#### WHAT YOU ARE ASKED TO DO
The answer must consist of the entries, copied exactly and in full.

#### DATA
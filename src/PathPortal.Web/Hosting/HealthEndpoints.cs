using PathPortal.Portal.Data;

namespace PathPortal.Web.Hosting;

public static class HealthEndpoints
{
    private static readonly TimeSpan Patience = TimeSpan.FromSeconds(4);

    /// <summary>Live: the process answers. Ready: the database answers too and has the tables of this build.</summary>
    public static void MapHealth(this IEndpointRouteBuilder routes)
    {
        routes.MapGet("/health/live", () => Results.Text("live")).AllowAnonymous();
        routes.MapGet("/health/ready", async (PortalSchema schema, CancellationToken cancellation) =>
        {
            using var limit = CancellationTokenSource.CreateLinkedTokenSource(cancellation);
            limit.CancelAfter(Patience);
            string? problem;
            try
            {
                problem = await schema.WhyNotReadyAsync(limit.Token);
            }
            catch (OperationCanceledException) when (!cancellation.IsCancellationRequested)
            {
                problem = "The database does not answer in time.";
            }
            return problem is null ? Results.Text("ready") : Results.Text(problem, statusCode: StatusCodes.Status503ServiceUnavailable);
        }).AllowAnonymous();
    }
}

#### RESPONSE AREA
filename src/PathPortal.Web/Hosting/HealthEndpoints.cs
using PathPortal.Portal.Data;

namespace PathPortal.Web.Hosting;

public static class HealthEndpoints
{
    private static readonly TimeSpan Patience = TimeSpan.FromSeconds(4);

    /// <summary>Live: the process answers. Ready: the database answers too and has the tables of this build.</summary>
    public static void MapHealth(this IEndpointRouteBuilder routes)
    {
        routes.MapGet("/health/live", () => Results.Text("live")).AllowAnonymous();
        routes.MapGet("/health/ready", async (PortalSchema schema, CancellationToken cancellation) =>
        {
            using var limit = CancellationTokenSource.CreateLinkedTokenSource(cancellation);
            limit.CancelAfter(Patience);
            string? problem;
            try
            {
                problem = await schema.WhyNotReadyAsync(limit.Token);
            }
            catch (OperationCanceledException) when (!cancellation.IsCancellationRequested)
            {
                problem = "The database does not answer in time.";
            }
            return problem is null ? Results.Text("ready") : Results.Text(problem, statusCode: StatusCodes.Status503ServiceUnavailable);
        }).AllowAnonymous();
    }
}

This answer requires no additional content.